Available data -
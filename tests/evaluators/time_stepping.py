"""A turning machine by time stepping on meshes of NGSolve's, apart from the package's methods.

Stator and rotor are meshed apart, with curved second-order triangles, each magnet a conductor with
a voltage of its own. Fourier multipliers on a circle in the gap tie the two together at any angle;
time runs in steps of BDF2 (Hairer, Wanner, Solving Ordinary Differential Equations II, ch. V). The
iron is linear. Only geometry, materials and currents are taken from the package.
"""

from __future__ import annotations

from dataclasses import dataclass
from itertools import pairwise
from typing import Any

import numpy as np
import pytest
from numpy.typing import NDArray
from scipy.sparse import csr_matrix
from scipy.sparse.linalg import splu

from evaluators.finite_element.model import FieldModel
from evaluators.machine.geometry.cross_sections import CrossSections
from evaluators.machine.quantity import MU_0

ngsolve = pytest.importorskip("ngsolve")
occ = pytest.importorskip("netgen.occ")

FloatArray = NDArray[np.float64]
IRON = 1000.0
"""Relative permeability of all iron."""


def point(radius: float, angle: float) -> Any:
    return occ.Pnt(radius * np.cos(angle), radius * np.sin(angle), 0.0)


def disc(radius: float) -> Any:
    return occ.Face(occ.Wire([occ.Circle(occ.Pnt(0, 0, 0), occ.Z, radius)]))


def arc(radius: float, start: float, end: float) -> Any:
    return occ.ArcOfCircle(
        point(radius, start), point(radius, 0.5 * (start + end)), point(radius, end)
    )


def sector_face(inner: float, outer: float, start: float, end: float) -> Any:
    return occ.Face(
        occ.Wire(
            [
                occ.Segment(point(inner, start), point(outer, start)),
                arc(outer, start, end),
                occ.Segment(point(outer, end), point(inner, end)),
                arc(inner, end, start),
            ]
        )
    )


def slot_faces(sections: CrossSections, slot: int) -> tuple[Any, Any]:
    """Mouth (air) and wound part of a slot."""
    pitch = 2.0 * np.pi / sections.family.slots
    bore, tip, wedge, bottom = (
        float(getattr(sections, f"{name}_radius")[0]) for name in ("bore", "tip", "wedge", "slot")
    )

    def between(radii: FloatArray) -> Any:
        half = [float(sections.tooth_half_width(np.array([r]))[0]) for r in radii]
        wall = np.arcsin(np.array(half) / radii)
        low, high = slot * pitch + wall, (slot + 1) * pitch - wall
        left = [point(r, a) for r, a in zip(radii, low, strict=True)]
        right = [point(r, a) for r, a in zip(radii, high, strict=True)]
        edges = [occ.Segment(a, b) for a, b in pairwise(left)]
        edges.append(arc(radii[-1], low[-1], high[-1]))
        edges += [occ.Segment(a, b) for a, b in pairwise(right[::-1])]
        edges.append(arc(radii[0], high[0], low[0]))
        return occ.Face(occ.Wire(edges))

    mouth = between(np.concatenate([[bore, tip], np.linspace(tip, wedge, 5)[1:]]))
    return mouth, between(np.array([wedge, bottom]))


def named(face: Any, name: str, size: float) -> Any:
    face.faces.name = name
    face.faces.maxh = size
    return face


def meshed(parts: list[Any], size: float) -> Any:
    geometry = occ.OCCGeometry(occ.Glue(parts), dim=2)
    grid = ngsolve.Mesh(geometry.GenerateMesh(maxh=size, grading=0.4))
    grid.Curve(2)
    return grid


def matrix_of(form: Any) -> csr_matrix:
    form.Assemble()
    rows, columns, values = form.mat.COO()
    size = form.space.ndof
    places = (np.array(rows), np.array(columns))
    return csr_matrix((np.array(values), places), shape=(size, size))


def vector_of(space: Any, integrand: Any) -> FloatArray:
    load = ngsolve.LinearForm(space)
    load += integrand
    load.Assemble()
    return load.vec.FV().NumPy().copy()


def harmonics_on(space: Any, edge: str, radius: float, highest: int) -> FloatArray:
    """Mean over the circle of test functions times 1, cos n phi, sin n phi, (dofs, 2 N + 1)."""
    v = space.TestFunction()
    phi = ngsolve.atan2(ngsolve.y, ngsolve.x)
    scale = 1.0 / (2.0 * np.pi * radius)
    columns = [vector_of(space, scale * v * ngsolve.ds(edge))]
    for shape in (ngsolve.cos, ngsolve.sin):
        columns += [
            vector_of(space, scale * shape(n * phi) * v * ngsolve.ds(edge, bonus_intorder=4))
            for n in range(1, highest + 1)
        ]
    return np.array(columns).T


class Stator:
    """Potential on the circle, (2 N + 1,), of multipliers there and of slot currents."""

    def __init__(self, sections: CrossSections, middle: float, highest: int) -> None:
        slots = [slot_faces(sections, s) for s in range(sections.family.slots)]
        bore, outer = float(sections.bore_radius[0]), float(sections.outer_radius[0])
        iron = disc(outer)
        iron.edges.name = "outer"
        iron = iron - disc(bore)
        for mouth, wound in slots:
            iron = iron - mouth - wound
        hole = disc(middle)
        hole.edges.name = "middle"
        clearance = disc(bore) - hole
        fine, coarse = 0.5 * (bore - middle), 0.06 * bore
        parts = [named(iron, "iron", coarse), named(clearance, "clearance", fine)]
        for s, (mouth, wound) in enumerate(slots):
            parts += [named(mouth, "mouth", 0.3 * coarse), named(wound, f"slot{s}", coarse)]
        grid = meshed(parts, coarse)
        space = ngsolve.H1(grid, order=2, dirichlet="outer")
        u, v = space.TnT()
        form = ngsolve.BilinearForm(space)
        stiff = ngsolve.grad(u) * ngsolve.grad(v) / MU_0
        form += stiff / IRON * ngsolve.dx(definedon=grid.Materials("iron"))
        form += stiff * ngsolve.dx(definedon=grid.Materials("clearance|mouth|slot.*"))
        free = np.array(list(space.FreeDofs()))
        solver = splu(matrix_of(form)[free][:, free].tocsc())
        edge = harmonics_on(space, "middle", middle, highest)[free]
        currents = []
        for s in range(len(slots)):
            here = grid.Materials(f"slot{s}$")
            area = ngsolve.Integrate(ngsolve.CoefficientFunction(1.0), grid, definedon=here)
            currents.append(vector_of(space, v / area * ngsolve.dx(definedon=here))[free])
        self.multipliers = edge.T @ solver.solve(edge)
        self.currents = edge.T @ solver.solve(np.array(currents).T)


@dataclass
class Conductor:
    """Nodes' share of a conductor's current, its conductance and the magnet's number or None."""

    share: FloatArray
    conductance: float
    mass: csr_matrix
    magnet: bool


class TurningRotor:
    """Rotor in its own frame."""

    def __init__(
        self,
        model: FieldModel,
        sections: CrossSections,
        middle: float,
        highest: int,
        space_permeability: float,
        conductivity: tuple[float, float],
    ) -> None:
        core, magnet, outside = (
            float(getattr(sections, f"{name}_radius")[0]) for name in ("core", "magnet", "rotor")
        )
        pairs = model.pole_pairs
        pitch = np.pi / pairs
        half = 0.5 * pitch * float(sections.magnet_arc_ratio[0])
        magnets = [
            sector_face(core, magnet, k * pitch - half, k * pitch + half) for k in range(2 * pairs)
        ]
        spaces = disc(magnet) - disc(core)
        for face in magnets:
            spaces = spaces - face
        clearance = disc(middle)
        clearance.edges.name = "middle"
        fine, coarse = 0.6 * (middle - outside), 0.12 * core
        thin = (magnet - core) / 5.0
        parts = [
            named(disc(core), "core", coarse),
            named(spaces, "space", thin),
            named(disc(outside) - disc(magnet), "sleeve", thin),
            named(clearance - disc(outside), "clearance", fine),
        ]
        parts += [named(face, f"magnet{k}_", thin) for k, face in enumerate(magnets)]
        grid = meshed(parts, coarse)
        space = ngsolve.H1(grid, order=2)
        u, v = space.TnT()
        form = ngsolve.BilinearForm(space)
        stiff = ngsolve.grad(u) * ngsolve.grad(v) / MU_0
        for name, mu in (
            ("core", IRON),
            ("space", space_permeability),
            ("sleeve", model.task.materials.sleeve.relative_permeability.value),
            ("clearance", 1.0),
            ("magnet.*", model.recoil),
        ):
            form += stiff / float(mu) * ngsolve.dx(definedon=grid.Materials(name))
        self.stiffness = matrix_of(form)
        self.load = np.zeros(space.ndof)
        gradient = ngsolve.grad(v)
        for k in range(2 * pairs):
            strength = (-1) ** k * model.remanence / (MU_0 * model.recoil)
            mx, my = strength * np.cos(k * pitch), strength * np.sin(k * pitch)
            work = float(mx) * gradient[1] - float(my) * gradient[0]
            here = grid.Materials(f"magnet{k}_")
            self.load += vector_of(space, work * ngsolve.dx(definedon=here))
        self.conductors = []
        for name in [f"magnet{k}_" for k in range(2 * pairs)] + ["sleeve"]:
            sigma = conductivity[name == "sleeve"]
            here = grid.Materials(name)
            form = ngsolve.BilinearForm(space)
            form += sigma * u * v * ngsolve.dx(definedon=here)
            unit = ngsolve.CoefficientFunction(sigma)
            self.conductors.append(
                Conductor(
                    vector_of(space, sigma * v * ngsolve.dx(definedon=here)),
                    ngsolve.Integrate(unit, grid, definedon=here),
                    matrix_of(form),
                    name != "sleeve",
                )
            )
        self.edge = harmonics_on(space, "middle", middle, highest)


@dataclass
class Run:
    """Potential and multipliers on the circle in the stator's frame, (steps, 2 N + 1); losses."""

    potential: FloatArray
    multipliers: FloatArray
    magnet: float
    sleeve: float


def turned(values: FloatArray, angle: float) -> FloatArray:
    """Coefficients of 1, cos, sin (2 N + 1, ...) of a picture turned by `angle`."""
    highest = (values.shape[0] - 1) // 2
    n = np.arange(1, highest + 1) * angle
    c, s = (f(n).reshape(-1, *[1] * (values.ndim - 1)) for f in (np.cos, np.sin))
    even, odd = values[1 : highest + 1], values[highest + 1 :]
    return np.concatenate([values[:1], c * even - s * odd, s * even + c * odd])


class Steps:
    """One BDF2 step of the rotor: sparse factor, voltages as a correction of low rank."""

    def __init__(self, rotor: TurningRotor, rate: float) -> None:
        self.mass = sum((item.mass for item in rotor.conductors[1:]), rotor.conductors[0].mass)
        self.share = np.array([item.share for item in rotor.conductors]).T
        self.conductance = np.array([item.conductance for item in rotor.conductors])
        self.rate = rate
        size = rotor.load.size
        # A constant potential makes no field: a little extra holds it near zero.
        extra = csr_matrix((np.full(size, 1e-9), (np.arange(size), np.arange(size))))
        self.solver = splu(
            (rate * self.mass + rotor.stiffness + extra).tocsc(),
            permc_spec="MMD_AT_PLUS_A",
            diag_pivot_thresh=0.0,
            options={"SymmetricMode": True},
        )
        self.of_share = self.solver.solve(self.share)
        self.inner = np.diag(self.conductance / rate) - self.share.T @ self.of_share

    def solve(self, right: FloatArray, net: FloatArray) -> tuple[FloatArray, FloatArray]:
        """Potential and voltages for right-hand sides (size, k) and net currents / rate."""
        x = self.solver.solve(right)
        voltage = np.linalg.solve(self.inner, net - self.share.T @ x)
        return x - self.of_share @ voltage, voltage


def run(
    stator: Stator,
    rotor: TurningRotor,
    currents: FloatArray,
    magnets: FloatArray,
    step_time: float,
    turn: int,
) -> list[Run]:
    """Turn the rotor: `currents` (steps, slots, k) and magnets or not (k,) of k fields at once.

    Losses and results are those of the last `turn` steps.
    """
    rate = 1.5 / step_time
    # Currents start from a field at rest.
    moving, step = Steps(rotor, rate), Steps(rotor, 1e-6 * rate)
    kinds = magnets.size
    nothing = np.zeros((step.conductance.size, rotor.edge.shape[1]))
    answer, answer_voltage = step.solve(rotor.edge, nothing)
    own = rotor.edge.T @ answer
    load = np.outer(rotor.load, magnets)
    earlier = before = np.zeros((rotor.load.size, kinds))
    loss = np.zeros((step.conductance.size, kinds))
    potentials, multipliers = [], []
    for k, current in enumerate(currents):
        angle = 2.0 * np.pi * k / turn
        past = (-2.0 * before + 0.5 * earlier) / step_time
        if k == 1:
            step = moving
            answer, answer_voltage = step.solve(rotor.edge, nothing)
            own = rotor.edge.T @ answer
        free, free_voltage = step.solve(load - step.mass @ past, -step.share.T @ past / step.rate)
        # Rotor: a = edge free - own l; stator: a = Z l + b, both as seen from the stator.
        seen = turned(rotor.edge.T @ free, angle)
        rotor_part = turned(turned(own, angle).T, angle)
        source = stator.currents @ current
        multiplier = np.linalg.solve(stator.multipliers + rotor_part, seen - source)
        back = turned(multiplier, -angle)
        x, voltage = free - answer @ back, free_voltage - answer_voltage @ back
        if k == 0:
            earlier = before = x
            continue
        if k >= len(currents) - turn:
            change = rate * x + past
            for c, item in enumerate(rotor.conductors):
                square = np.sum(change * (item.mass @ change), axis=0)
                square += 2.0 * voltage[c] * (item.share @ change)
                loss[c] += (square + voltage[c] ** 2 * item.conductance) / turn
            potentials.append(stator.multipliers @ multiplier + source)
            multipliers.append(multiplier)
        earlier, before = before, x
    is_magnet = np.array([item.magnet for item in rotor.conductors])
    return [
        Run(a, h, magnet, sleeve)
        for a, h, magnet, sleeve in zip(
            np.array(potentials).transpose(2, 0, 1),
            np.array(multipliers).transpose(2, 0, 1),
            loss[is_magnet].sum(axis=0),
            loss[~is_magnet].sum(axis=0),
            strict=True,
        )
    ]


def cross_force(first: Run, second: Run, radius: float) -> NDArray[np.complex128]:
    """Maxwell stress of two fields together less that of each, summed over the circle, N/m."""
    highest = (first.potential.shape[1] - 1) // 2
    phi = 2.0 * np.pi * np.arange(4 * highest) / (4 * highest)
    n = np.arange(1, highest + 1)
    cos, sin = np.cos(np.outer(n, phi)), np.sin(np.outer(n, phi))

    def field(item: Run) -> tuple[FloatArray, FloatArray]:
        # Mean of A cos n phi is half the amplitude; multipliers times 1/(2 pi R) are H_phi.
        a = 2.0 * item.potential
        even, odd = a[:, 1 : highest + 1], a[:, highest + 1 :]
        radial = (-(even * n) @ sin + (odd * n) @ cos) / radius
        h = item.multipliers / (2.0 * np.pi * radius)
        tangential = h[:, 1 : highest + 1] @ cos + h[:, highest + 1 :] @ sin
        return radial, MU_0 * tangential

    (r1, t1), (r2, t2) = field(first), field(second)
    normal, shear = (r1 * r2 - t1 * t2) / MU_0, (r1 * t2 + t1 * r2) / MU_0
    step = radius * 2.0 * np.pi / phi.size
    return np.asarray(((normal + 1j * shear) * np.exp(1j * phi)).sum(axis=1) * step)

What you need to do -
Go through the listing above and return each line where the word "solver" occurs.

Answer section -
        solver = splu(matrix_of(form)[free][:, free].tocsc())
        self.multipliers = edge.T @ solver.solve(edge)
        self.currents = edge.T @ solver.solve(np.array(currents).T)
        self.solver = splu(
        self.of_share = self.solver.solve(self.share)
        x = self.solver.solve(right)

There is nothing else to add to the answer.